RECORDS »
import { afterAll, beforeAll, describe, expect, it } from 'vitest';
import type { Actor } from '../../src/domain/access/permissions';
import { partOf } from '../../src/schemas/as-built-values';
import { GET as getAsBuilt } from '../../src/pages/api/sites/[site]/as-built/index';
import { POST as postPlacements } from '../../src/pages/api/sites/[site]/placements';
import type { SeededSite } from '../../seeds/plant/seeded';
import { call, newSite, only, siteForms, strangerIn } from '../support/as-built';
import { testDatabase, type TestDatabase } from '../support/database';
import { testFleet } from '../support/fleet';

let db: TestDatabase;
let technician: Actor;
let manager: Actor;
let stranger: Actor;
/** A site of the demo. */
let operating: SeededSite;
/** The site that the tests make. */
let site = '';
const { built, add, change, remove, stringValues } = siteForms(() => ({ technician, site }));

beforeAll(async () => {
  db = await testDatabase();
  const fleet = await testFleet(db, ['Weirside Clinic'], Math.floor(Date.now() / 1000) - 86_400);
  technician = await fleet.actor('technician@lowfield.example');
  manager = await fleet.actor('manager@lowfield.example');
  stranger = await strangerIn(db);
  operating = fleet.site('Weirside Clinic');
});
afterAll(() => db.drop());

describe('a new site', () => {
  it('is made with an initiator at its switch and a zone, in commissioning', async () => {
    const made = await newSite(technician, {
      name: ' Ferry Sheds ',
      shutdownSwitchPlace: 'Beside the slipway door',
      temperatureMin: -8,
    });
    expect(made.status).toBe(200);
    site = made.data.id;
    const b = await built();
    expect(b.site).toMatchObject({
      name: 'Ferry Sheds',
      stage: 'commissioning',
      temperatureMin: -8,
      temperatureMax: null,
    });
    expect(b.initiators).toMatchObject([{ name: 'Main initiator', place: 'Beside the slipway door' }]);
    expect(b.zones).toMatchObject([{ name: 'Whole site', initiator: b.initiators[0]!.id }]);
  });

  it.each([
    [{ name: '' }, ['values.name']],
    [{ name: 'Ferry Sheds' }, ['values.name']],
    [{ name: 'X', latitude: null, longitude: 200 }, ['values.latitude', 'values.longitude']],
    [{ name: 'X', timeZone: 'Europe/Lowfield' }, ['values.timeZone']],
    [{ name: 'X', temperatureMin: 20, temperatureMax: 10 }, ['values.temperatureMax']],
    [{ name: 'X', reportIntervalS: 5, ruleSet: 'mine' }, ['values.ruleSet', 'values.reportIntervalS']],
  ])('%j is wrong at %j', async (values, fields) => {
    const reply = await newSite(technician, values);
    expect([409, 422]).toContain(reply.status);
    expect(only(reply).sort()).toEqual([...fields].sort());
  });

  it('may have the name of another organisation’s, and stays behind the wall', async () => {
    const theirs = await newSite(stranger, { name: 'Ferry Sheds' });
    expect(theirs.status).toBe(200);
    const seen = await call(getAsBuilt, { actor: technician, params: { site: theirs.data.id } });
    expect(seen.status).toBe(404);
    expect(
      (await add('plane', { name: 'P', surfaceTilt: 1, surfaceAzimuth: 1 }, { at: theirs.data.id })).status,
    ).toBe(404);
    expect((await change('site', site, { place: '' }, { place: 'mine' }, { actor: stranger })).status).toBe(
      404,
    );
  });
});

describe('parts', () => {
  it('are added one by one; a logger comes with its token, told once', async () => {
    expect((await add('plane', { name: 'South roof', surfaceTilt: 12, surfaceAzimuth: 180 })).status).toBe(
      200,
    );
    expect((await add('inverter', { name: 'W1', acPowerMax: 10_000, inputs: 3 })).status).toBe(200);
    const logger = await add('logger', { serial: 'lg-test-1' });
    expect(logger.data.token).toMatch(/^wl_/);
    const b = await built();
    expect(b.loggers).toMatchObject([{ serial: 'LG-TEST-1', lastSpokeAt: null }]);
    expect(b.inverters[0]?.inputs.map((i) => i.number)).toEqual([1, 2, 3]);
    expect(JSON.stringify(b)).not.toContain(logger.data.token);
    expect(
      (await add('sensor', { logger: b.loggers[0]!.id, plane: b.planes[0]!.id, number: 0 })).status,
    ).toBe(200);
  });

  it.each([
    ['plane', { name: 'South roof', surfaceTilt: 1, surfaceAzimuth: 1 }, 'values.name'],
    ['inverter', { name: 'W1', acPowerMax: 1000, inputs: 1 }, 'values.name'],
    ['initiator', { name: 'Main initiator' }, 'values.name'],
    ['logger', { serial: 'LG-TEST-1' }, 'values.serial'],
  ] as const)('%s %j: the name is taken', async (kind, values, field) => {
    const reply = await add(kind, values);
    expect(reply.status).toBe(409);
    expect(only(reply)).toEqual([field]);
  });

  it('a serial of a logger is taken everywhere, and does not say where', async () => {
    const { rows } = await db.owner.query<{ serial: string }>(
      'select serial from logger where site_id = $1 limit 1',
      [operating.id],
    );
    const reply = await add('logger', { serial: rows[0]!.serial });
    expect(reply.status).toBe(409);
    expect(reply.problem.detail).not.toContain('Weirside');
  });

  it('name only what is at this site and in this catalogue', async () => {
    const theirs = await built(operating.ref);
    const reply = await add('zone', { name: 'Z2', initiator: theirs.initiators[0]!.id });
    expect(only(reply)).toEqual(['values.initiator']);
  });
});

describe('strings', () => {
  it('ask for what their units need', async () => {
    const b = await built();
    const shutdownOnly = b.catalogue.unitTypes.find((t) => t.kind === 'shutdown_only')!.id;
    expect(only(await add('string', await stringValues({ logger: null })))).toEqual(['values.logger']);
    expect(only(await add('string', await stringValues({ unitType: shutdownOnly, logger: null })))).toEqual([
      'values.transmitters',
    ]);
    expect(only(await add('string', await stringValues({ moduleType: null, slots: 64 })))).toEqual([
      'values.slots',
    ]);
    expect((await built()).strings).toEqual([]);
  });

  it('are added several alike, with their places in the roster', async () => {
    const made = await add('string', await stringValues(), { alike: 3 });
    expect(made.data.ids).toHaveLength(3);
    const b = await built();
    expect(b.strings.map((s) => [s.name, s.slots.length])).toEqual([
      ['A1', 4],
      ['A2', 4],
      ['A3', 4],
    ]);
    const { rows } = await db.owner.query(
      'select roster_index from string where site_id = (select id from site where ref = $1) order by name',
      [site],
    );
    expect(rows).toEqual([{ roster_index: 0 }, { roster_index: 1 }, { roster_index: 2 }]);
    const again = await add('string', await stringValues({ name: 'A3' }));
    expect(only(again)).toEqual(['values.name']);
  });

  it('alike go on successive inputs where that is wanted, and say where the inputs end', async () => {
    const made = await add('string', await stringValues({ name: 'E1' }), { alike: 3, inTurn: true });
    const b = await built();
    const strings = made.data.ids.map((id) => b.strings.find((s) => s.id === id));
    expect(strings.map((s) => s?.input)).toEqual(b.inverters[0]?.inputs.map((i) => i.id));
    const tooMany = await add('string', await stringValues({ name: 'F1' }), { alike: 4, inTurn: true });
    expect(only(tooMany)).toEqual(['values.input']);
    for (const id of made.data.ids) expect((await remove('string', id)).status).toBe(204);
  });

  it('of units that tell nothing hear a transmitter, also when the transmitter is edited', async () => {
    const zone = (await built()).zones[0]!.id;
    const t1 = (await add('transmitter', { name: 'T1', zone })).data.ids[0]!;
    const shutdownOnly = (await built()).catalogue.unitTypes.find((t) => t.kind === 'shutdown_only')!.id;
    const made = await add(
      'string',
      await stringValues({ name: 'D1', unitType: shutdownOnly, logger: null, transmitters: [t1] }),
    );
    expect(made.status).toBe(200);
    const d1 = made.data.ids[0]!;
    expect(partOf(await built(), 'transmitter', t1)).toMatchObject({ strings: [d1] });
    const stranded = await change('transmitter', t1, { strings: [d1] }, { strings: [] });
    expect(stranded.status).toBe(422);
    expect(stranded.problem.detail).toContain('D1');
    expect((await remove('transmitter', t1)).problem.detail).toContain('D1');
    const bare = await change('string', d1, { transmitters: [t1] }, { transmitters: [] });
    expect(only(bare)).toEqual(['values.transmitters']);
    // to units that report, with a logger: one edit
    const b = await built();
    const monitored = b.catalogue.unitTypes.find((t) => t.kind === 'monitored')!.id;
    const now = partOf(b, 'string', d1)!;
    expect(only(await change('string', d1, now, { ...now, unitType: monitored }))).toEqual(['values.logger']);
    const both = await change('string', d1, now, {
      ...now,
      unitType: monitored,
      logger: b.loggers[0]!.id,
      transmitters: [],
    });
    expect(both.status).toBe(204);
    expect((await remove('transmitter', t1)).status).toBe(204);
  });

  it('change their count; a slot with a unit stays', async () => {
    const a1 = (await built()).strings[0]!;
    expect((await change('string', a1.id, { slots: 4 }, { slots: 6 })).status).toBe(204);
    const placed = await call(postPlacements, {
      actor: technician,
      params: { site },
      method: 'POST',
      body: { changes: [{ slot: { string: a1.id, position: 6 }, serial: 'form-0006', expected: null }] },
    });
    expect(placed.data).toMatchObject({ placed: 1 });
    expect(only(await change('string', a1.id, { slots: 6 }, { slots: 5 }, { reason: 'miscounted' }))).toEqual(
      ['values.slots'],
    );
    expect((await built()).strings[0]?.slots.map((s) => s.serial)).toEqual([
      null,
      null,
      null,
      null,
      null,
      'FORM-0006',
    ]);
    // the units are concerned: a reason is asked for
    expect(only(await change('string', a1.id, { slots: 6 }, { slots: 7 }))).toEqual(['reason']);
  });
});

describe('two people at one thing', () => {
  it('different fields go together', async () => {
    const plane = (await built()).planes[0]!;
    expect((await change('plane', plane.id, { surfaceTilt: 12 }, { surfaceTilt: 15 })).status).toBe(204);
    expect(
      (await change('plane', plane.id, { albedo: 0.2 }, { albedo: 0.3 }, { actor: manager })).status,
    ).toBe(204);
    expect((await built()).planes[0]).toMatchObject({ surfaceTilt: 15, albedo: 0.3 });
  });

  it('the same field: the second is told who set it to what, and nothing is written', async () => {
    const plane = (await built()).planes[0]!;
    await change(
      'plane',
      plane.id,
      { surfaceTilt: 15, surfaceAzimuth: 180 },
      { surfaceTilt: 20, surfaceAzimuth: 190 },
      { actor: manager },
    );
    const reply = await change(
      'plane',
      plane.id,
      { surfaceTilt: 15, name: 'South roof' },
      { surfaceTilt: 25, name: 'Southern roof' },
    );
    expect(reply.status).toBe(409);
    const { rows } = await db.owner.query<{ name: string }>('select name from person where id = $1', [
      manager.personId,
    ]);
    expect(reply.problem.fields).toEqual([
      {
        field: 'values.surfaceTilt',
        message: expect.stringMatching(
          new RegExp(`${rows[0]!.name} set it to "20" at \\d\\d:\\d\\d`),
        ) as string,
      },
    ]);
    expect((await built()).planes[0]).toMatchObject({ name: 'South roof', surfaceTilt: 20 });
    // merged: from what stands now
    expect(
      (
        await change(
          'plane',
          plane.id,
          { surfaceTilt: 20, name: 'South roof' },
          { surfaceTilt: 25, name: 'Southern roof' },
        )
      ).status,
    ).toBe(204);
  });

  it('at the same moment: one after the other, and the later one is told', async () => {
    const plane = (await built()).planes[0]!;
    const both = await Promise.all([
      change('plane', plane.id, { surfaceAzimuth: 190 }, { surfaceAzimuth: 170 }),
      change('plane', plane.id, { surfaceAzimuth: 190 }, { surfaceAzimuth: 175 }, { actor: manager }),
    ]);
    expect(both.map((r) => r.status).sort()).toEqual([204, 409]);
  });

  it('what somebody has deleted meanwhile is said, with who it was', async () => {
    const id = (await add('initiator', { name: 'Second initiator' })).data.ids[0]!;
    expect((await remove('initiator', id, { actor: manager })).status).toBe(204);
    const reply = await change('initiator', id, { place: '' }, { place: 'Yard' });
    expect(reply.status).toBe(409);
    expect(reply.problem.detail).toContain('has deleted this initiator');
  });
});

YOUR ASSIGNMENT »
For each line above that contains the word "Clinic", copy that line.

ANSWER TO THIS TASK »
  const fleet = await testFleet(db, ['Weirside Clinic'], Math.floor(Date.now() / 1000) - 86_400);
  operating = fleet.site('Weirside Clinic');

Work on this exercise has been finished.